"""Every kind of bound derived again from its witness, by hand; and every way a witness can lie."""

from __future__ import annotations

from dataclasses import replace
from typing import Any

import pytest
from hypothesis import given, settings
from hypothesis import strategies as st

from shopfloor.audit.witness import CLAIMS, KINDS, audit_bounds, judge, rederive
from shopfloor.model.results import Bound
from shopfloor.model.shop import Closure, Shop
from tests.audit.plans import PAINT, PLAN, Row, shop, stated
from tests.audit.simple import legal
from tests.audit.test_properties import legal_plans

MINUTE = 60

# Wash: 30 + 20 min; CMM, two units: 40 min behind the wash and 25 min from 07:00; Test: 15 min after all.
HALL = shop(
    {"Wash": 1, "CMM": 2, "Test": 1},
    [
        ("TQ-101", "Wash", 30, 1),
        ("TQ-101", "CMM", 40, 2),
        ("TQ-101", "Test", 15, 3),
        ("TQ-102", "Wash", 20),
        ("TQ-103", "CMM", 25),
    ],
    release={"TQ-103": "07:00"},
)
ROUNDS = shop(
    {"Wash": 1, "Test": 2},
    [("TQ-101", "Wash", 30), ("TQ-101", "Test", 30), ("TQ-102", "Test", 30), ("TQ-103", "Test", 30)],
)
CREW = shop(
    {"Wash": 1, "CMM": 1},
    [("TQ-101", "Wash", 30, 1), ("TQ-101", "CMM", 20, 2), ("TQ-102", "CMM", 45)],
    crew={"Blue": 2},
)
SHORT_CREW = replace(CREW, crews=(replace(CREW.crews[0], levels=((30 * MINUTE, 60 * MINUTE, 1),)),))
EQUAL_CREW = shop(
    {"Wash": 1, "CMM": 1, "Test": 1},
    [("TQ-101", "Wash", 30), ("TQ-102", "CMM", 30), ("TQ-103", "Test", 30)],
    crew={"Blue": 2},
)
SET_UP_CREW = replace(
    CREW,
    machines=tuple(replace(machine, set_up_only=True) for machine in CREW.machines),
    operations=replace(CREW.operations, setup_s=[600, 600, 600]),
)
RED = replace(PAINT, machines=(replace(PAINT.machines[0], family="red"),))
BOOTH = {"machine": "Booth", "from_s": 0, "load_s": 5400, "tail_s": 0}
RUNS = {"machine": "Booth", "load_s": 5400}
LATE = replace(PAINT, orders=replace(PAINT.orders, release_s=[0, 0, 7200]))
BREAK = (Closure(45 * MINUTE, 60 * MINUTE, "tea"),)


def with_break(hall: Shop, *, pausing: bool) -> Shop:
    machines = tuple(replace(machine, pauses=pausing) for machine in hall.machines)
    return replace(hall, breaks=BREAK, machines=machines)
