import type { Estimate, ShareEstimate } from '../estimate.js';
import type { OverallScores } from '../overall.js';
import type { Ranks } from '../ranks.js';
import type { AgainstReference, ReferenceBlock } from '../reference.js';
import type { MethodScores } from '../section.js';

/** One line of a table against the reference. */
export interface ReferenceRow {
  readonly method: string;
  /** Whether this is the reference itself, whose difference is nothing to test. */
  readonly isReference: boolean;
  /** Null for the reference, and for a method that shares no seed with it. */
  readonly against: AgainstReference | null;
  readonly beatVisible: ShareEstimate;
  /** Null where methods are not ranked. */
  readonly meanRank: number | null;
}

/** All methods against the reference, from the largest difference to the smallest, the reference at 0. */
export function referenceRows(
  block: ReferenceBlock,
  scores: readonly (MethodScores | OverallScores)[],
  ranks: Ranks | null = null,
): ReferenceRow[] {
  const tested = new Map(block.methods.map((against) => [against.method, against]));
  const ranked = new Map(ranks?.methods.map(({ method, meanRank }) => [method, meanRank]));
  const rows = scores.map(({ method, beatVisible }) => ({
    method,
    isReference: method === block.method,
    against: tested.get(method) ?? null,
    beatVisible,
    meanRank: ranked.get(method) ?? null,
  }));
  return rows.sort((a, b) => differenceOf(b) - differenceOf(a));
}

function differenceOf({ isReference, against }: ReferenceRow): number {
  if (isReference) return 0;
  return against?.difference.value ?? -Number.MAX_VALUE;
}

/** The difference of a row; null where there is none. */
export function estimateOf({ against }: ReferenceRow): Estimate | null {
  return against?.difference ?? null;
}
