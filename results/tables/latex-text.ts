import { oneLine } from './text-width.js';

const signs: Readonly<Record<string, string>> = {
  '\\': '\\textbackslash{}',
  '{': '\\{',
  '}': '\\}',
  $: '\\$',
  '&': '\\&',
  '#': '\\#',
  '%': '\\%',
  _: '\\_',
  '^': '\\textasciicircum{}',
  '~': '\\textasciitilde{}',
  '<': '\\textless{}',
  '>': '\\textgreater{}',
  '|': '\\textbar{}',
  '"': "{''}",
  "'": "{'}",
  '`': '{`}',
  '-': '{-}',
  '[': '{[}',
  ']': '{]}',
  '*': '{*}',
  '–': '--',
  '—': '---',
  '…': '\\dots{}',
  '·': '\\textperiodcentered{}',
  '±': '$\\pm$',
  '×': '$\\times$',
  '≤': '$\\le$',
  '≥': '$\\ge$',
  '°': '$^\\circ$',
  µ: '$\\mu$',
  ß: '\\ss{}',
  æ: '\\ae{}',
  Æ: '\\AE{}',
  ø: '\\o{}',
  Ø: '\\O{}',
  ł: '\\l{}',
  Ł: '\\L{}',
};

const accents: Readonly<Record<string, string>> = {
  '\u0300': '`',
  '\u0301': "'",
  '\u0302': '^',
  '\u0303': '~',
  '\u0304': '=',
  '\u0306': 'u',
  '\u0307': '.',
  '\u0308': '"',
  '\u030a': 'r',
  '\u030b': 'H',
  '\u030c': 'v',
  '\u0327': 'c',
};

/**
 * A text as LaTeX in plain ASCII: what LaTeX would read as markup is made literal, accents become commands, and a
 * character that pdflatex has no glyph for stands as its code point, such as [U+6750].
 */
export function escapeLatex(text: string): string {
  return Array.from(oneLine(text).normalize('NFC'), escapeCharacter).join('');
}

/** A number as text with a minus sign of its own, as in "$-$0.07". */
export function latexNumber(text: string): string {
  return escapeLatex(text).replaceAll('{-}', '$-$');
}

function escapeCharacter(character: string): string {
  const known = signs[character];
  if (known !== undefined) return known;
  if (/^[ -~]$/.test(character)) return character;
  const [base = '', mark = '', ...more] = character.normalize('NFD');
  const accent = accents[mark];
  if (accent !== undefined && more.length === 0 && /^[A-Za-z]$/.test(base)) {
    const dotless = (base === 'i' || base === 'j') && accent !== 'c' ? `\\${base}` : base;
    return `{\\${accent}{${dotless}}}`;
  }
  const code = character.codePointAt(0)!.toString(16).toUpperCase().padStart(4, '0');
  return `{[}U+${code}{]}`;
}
....
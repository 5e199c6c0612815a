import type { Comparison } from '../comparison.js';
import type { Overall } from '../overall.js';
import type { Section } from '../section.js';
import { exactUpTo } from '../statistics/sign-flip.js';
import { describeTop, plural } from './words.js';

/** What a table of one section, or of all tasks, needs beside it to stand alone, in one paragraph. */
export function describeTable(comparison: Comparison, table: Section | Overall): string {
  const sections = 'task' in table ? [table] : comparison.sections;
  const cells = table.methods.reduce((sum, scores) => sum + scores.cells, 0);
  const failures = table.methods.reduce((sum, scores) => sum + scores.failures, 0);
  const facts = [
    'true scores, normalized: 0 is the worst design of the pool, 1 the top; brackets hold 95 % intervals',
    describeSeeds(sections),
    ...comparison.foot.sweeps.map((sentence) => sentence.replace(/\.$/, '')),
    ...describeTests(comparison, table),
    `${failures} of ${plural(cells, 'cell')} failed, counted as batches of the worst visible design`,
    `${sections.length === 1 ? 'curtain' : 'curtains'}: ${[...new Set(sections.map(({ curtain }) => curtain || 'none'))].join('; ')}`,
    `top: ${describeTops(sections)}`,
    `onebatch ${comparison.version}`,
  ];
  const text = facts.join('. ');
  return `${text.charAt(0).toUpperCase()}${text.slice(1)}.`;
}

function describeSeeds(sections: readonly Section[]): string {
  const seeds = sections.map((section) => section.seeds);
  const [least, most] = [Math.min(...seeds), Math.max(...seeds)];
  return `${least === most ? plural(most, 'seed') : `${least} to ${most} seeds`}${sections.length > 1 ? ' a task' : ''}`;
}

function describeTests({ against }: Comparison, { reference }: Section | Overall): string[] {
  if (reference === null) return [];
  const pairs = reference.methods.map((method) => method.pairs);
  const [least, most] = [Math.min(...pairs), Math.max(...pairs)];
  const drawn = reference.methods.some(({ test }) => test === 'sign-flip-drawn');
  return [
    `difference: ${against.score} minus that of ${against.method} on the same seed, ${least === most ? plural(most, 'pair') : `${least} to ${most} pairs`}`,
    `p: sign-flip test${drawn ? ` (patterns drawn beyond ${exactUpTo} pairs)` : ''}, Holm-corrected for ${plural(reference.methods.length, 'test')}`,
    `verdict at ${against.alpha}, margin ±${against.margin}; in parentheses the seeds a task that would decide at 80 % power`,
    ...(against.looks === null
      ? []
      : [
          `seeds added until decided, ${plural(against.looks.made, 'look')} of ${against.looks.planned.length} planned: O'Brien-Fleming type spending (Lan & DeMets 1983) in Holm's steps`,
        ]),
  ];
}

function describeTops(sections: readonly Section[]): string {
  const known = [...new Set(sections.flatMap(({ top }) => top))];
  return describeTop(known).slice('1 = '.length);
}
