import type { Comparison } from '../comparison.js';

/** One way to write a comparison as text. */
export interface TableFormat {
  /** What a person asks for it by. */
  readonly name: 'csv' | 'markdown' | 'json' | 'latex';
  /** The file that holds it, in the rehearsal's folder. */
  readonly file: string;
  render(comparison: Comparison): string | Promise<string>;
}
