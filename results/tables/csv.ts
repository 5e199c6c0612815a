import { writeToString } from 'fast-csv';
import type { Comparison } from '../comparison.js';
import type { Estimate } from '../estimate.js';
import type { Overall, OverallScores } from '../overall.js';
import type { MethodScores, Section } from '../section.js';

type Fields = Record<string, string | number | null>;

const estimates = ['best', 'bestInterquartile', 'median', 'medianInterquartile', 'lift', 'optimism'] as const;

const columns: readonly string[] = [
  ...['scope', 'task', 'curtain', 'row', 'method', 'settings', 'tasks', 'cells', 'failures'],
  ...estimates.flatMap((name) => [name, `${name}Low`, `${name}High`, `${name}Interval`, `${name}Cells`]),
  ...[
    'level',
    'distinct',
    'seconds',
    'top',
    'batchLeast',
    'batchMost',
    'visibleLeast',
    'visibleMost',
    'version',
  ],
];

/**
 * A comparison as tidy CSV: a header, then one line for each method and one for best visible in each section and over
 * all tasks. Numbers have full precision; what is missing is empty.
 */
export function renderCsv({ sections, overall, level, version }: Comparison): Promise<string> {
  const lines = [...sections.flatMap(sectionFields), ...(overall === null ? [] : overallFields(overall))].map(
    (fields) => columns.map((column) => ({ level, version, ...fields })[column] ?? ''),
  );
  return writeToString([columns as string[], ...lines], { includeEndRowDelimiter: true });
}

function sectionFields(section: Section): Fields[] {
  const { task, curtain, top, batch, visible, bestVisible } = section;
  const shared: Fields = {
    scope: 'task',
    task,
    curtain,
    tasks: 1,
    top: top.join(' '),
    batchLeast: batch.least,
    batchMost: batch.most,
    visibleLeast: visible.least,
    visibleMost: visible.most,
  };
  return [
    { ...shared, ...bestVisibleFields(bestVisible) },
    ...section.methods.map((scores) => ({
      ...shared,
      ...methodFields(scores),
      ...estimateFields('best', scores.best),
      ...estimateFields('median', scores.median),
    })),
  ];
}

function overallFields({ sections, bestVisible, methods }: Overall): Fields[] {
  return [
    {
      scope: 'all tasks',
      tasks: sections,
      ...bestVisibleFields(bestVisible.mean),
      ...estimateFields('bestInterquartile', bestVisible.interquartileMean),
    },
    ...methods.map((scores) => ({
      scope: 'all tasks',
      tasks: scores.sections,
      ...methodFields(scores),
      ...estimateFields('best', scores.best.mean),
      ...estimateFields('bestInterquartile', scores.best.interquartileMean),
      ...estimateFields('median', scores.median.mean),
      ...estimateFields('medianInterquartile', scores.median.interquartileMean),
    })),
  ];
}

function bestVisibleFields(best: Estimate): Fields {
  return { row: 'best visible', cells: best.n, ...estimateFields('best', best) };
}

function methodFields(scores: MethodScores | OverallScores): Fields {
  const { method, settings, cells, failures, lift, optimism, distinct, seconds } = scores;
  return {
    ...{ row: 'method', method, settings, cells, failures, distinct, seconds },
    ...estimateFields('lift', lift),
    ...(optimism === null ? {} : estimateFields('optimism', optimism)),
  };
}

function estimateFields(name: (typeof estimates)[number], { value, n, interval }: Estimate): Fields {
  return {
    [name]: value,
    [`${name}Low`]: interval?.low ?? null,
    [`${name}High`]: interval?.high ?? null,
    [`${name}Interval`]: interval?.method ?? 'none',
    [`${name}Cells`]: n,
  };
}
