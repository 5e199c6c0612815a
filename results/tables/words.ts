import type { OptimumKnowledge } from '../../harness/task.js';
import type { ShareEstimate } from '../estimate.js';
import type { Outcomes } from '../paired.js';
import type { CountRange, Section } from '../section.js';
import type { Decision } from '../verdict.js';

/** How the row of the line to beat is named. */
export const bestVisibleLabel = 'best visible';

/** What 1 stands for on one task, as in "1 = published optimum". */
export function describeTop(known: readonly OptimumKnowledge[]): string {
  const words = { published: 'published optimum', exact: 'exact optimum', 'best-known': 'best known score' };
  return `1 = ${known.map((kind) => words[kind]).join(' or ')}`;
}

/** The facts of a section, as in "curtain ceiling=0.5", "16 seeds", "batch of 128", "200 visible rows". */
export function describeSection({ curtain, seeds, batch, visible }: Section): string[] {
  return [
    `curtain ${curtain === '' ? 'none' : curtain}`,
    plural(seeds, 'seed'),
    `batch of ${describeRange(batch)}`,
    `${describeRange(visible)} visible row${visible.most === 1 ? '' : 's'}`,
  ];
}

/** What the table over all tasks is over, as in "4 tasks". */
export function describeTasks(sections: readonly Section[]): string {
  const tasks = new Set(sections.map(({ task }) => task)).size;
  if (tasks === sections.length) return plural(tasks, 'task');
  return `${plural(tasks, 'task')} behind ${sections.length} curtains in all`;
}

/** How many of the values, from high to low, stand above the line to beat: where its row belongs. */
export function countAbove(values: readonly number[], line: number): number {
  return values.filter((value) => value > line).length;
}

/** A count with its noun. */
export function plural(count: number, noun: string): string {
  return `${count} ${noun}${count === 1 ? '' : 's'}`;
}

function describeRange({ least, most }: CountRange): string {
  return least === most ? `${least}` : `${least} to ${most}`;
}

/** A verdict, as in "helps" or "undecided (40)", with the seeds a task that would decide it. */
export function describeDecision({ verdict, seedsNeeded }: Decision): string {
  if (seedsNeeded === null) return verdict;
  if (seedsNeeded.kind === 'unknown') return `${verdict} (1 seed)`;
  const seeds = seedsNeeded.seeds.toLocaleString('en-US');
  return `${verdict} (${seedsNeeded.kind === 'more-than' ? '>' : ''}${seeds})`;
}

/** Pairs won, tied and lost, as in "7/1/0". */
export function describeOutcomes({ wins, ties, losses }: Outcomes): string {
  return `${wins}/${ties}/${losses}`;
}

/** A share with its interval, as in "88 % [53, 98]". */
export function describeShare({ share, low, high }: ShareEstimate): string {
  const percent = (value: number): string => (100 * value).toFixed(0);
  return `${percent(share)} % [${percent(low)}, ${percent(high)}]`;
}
....
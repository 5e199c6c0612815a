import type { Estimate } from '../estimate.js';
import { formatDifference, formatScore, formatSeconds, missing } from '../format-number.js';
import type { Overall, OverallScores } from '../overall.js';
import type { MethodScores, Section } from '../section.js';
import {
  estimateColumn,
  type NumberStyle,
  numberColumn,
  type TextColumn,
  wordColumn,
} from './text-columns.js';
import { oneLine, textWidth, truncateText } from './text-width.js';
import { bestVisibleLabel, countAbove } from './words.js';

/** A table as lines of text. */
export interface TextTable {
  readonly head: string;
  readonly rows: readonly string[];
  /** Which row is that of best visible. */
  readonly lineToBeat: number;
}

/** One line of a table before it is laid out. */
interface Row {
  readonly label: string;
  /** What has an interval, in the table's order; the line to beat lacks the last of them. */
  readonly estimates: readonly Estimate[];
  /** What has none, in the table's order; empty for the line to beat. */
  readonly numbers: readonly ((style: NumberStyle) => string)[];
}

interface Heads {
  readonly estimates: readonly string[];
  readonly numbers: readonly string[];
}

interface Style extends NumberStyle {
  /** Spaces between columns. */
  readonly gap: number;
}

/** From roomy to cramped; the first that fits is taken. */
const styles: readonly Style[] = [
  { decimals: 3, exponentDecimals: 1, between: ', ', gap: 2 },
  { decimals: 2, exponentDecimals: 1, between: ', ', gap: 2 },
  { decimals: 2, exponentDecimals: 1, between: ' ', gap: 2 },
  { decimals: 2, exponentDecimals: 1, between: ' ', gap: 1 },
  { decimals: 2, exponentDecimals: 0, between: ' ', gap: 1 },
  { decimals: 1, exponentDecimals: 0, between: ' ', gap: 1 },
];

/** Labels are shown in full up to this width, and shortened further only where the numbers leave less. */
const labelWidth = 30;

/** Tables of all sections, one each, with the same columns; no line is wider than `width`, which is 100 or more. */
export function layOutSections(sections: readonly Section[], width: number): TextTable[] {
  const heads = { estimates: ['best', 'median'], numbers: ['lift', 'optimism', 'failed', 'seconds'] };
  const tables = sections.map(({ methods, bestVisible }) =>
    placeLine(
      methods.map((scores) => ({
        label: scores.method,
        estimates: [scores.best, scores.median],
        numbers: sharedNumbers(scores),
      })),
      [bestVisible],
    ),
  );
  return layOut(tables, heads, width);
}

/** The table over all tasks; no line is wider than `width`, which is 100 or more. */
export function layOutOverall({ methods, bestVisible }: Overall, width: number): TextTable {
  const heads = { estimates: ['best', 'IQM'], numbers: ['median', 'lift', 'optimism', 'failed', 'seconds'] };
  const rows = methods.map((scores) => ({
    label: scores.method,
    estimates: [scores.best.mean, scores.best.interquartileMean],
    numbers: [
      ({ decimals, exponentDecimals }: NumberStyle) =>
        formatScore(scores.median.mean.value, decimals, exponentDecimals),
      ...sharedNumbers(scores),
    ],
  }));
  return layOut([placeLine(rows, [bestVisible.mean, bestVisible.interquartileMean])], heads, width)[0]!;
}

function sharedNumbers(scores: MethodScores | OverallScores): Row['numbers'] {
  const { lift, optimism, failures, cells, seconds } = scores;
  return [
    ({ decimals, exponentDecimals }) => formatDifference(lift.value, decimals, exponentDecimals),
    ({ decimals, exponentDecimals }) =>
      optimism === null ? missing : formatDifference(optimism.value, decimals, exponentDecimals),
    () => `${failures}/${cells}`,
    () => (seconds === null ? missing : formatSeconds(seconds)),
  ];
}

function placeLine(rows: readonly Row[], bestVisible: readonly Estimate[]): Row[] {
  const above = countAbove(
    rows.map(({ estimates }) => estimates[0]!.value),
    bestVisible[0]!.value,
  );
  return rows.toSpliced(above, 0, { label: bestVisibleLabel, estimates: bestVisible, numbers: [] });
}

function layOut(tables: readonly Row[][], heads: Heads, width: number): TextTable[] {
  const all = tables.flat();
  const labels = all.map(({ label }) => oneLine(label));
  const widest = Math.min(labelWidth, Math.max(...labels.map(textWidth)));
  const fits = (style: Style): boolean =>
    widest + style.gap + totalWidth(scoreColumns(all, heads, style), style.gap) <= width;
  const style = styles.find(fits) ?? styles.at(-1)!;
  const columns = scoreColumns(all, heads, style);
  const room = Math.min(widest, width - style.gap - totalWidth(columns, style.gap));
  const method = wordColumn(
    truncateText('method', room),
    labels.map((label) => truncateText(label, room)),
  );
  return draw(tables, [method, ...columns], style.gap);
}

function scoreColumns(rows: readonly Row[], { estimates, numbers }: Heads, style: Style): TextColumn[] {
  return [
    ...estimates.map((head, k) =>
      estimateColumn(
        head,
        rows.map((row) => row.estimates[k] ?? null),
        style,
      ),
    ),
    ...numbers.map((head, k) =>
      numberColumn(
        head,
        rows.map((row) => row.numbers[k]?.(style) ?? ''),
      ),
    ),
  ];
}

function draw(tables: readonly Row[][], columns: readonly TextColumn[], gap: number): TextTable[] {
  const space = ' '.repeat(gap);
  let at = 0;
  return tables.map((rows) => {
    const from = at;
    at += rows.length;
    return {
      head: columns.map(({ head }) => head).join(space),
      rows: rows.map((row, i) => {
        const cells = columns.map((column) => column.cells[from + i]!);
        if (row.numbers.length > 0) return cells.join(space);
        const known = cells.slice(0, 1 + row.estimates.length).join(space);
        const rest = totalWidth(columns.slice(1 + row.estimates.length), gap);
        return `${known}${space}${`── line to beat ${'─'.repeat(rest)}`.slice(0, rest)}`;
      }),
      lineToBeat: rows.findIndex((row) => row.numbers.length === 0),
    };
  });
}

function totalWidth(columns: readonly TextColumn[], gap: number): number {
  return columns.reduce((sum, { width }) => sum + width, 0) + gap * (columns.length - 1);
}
....
### TASK
From the listing above, copy out each line where the word "failed" appears.

### COMPLETED TASK
    `${failures} of ${plural(cells, 'cell')} failed, counted as batches of the worst visible design`,
  const heads = { estimates: ['best', 'median'], numbers: ['lift', 'optimism', 'failed', 'seconds'] };
  const heads = { estimates: ['best', 'IQM'], numbers: ['median', 'lift', 'optimism', 'failed', 'seconds'] };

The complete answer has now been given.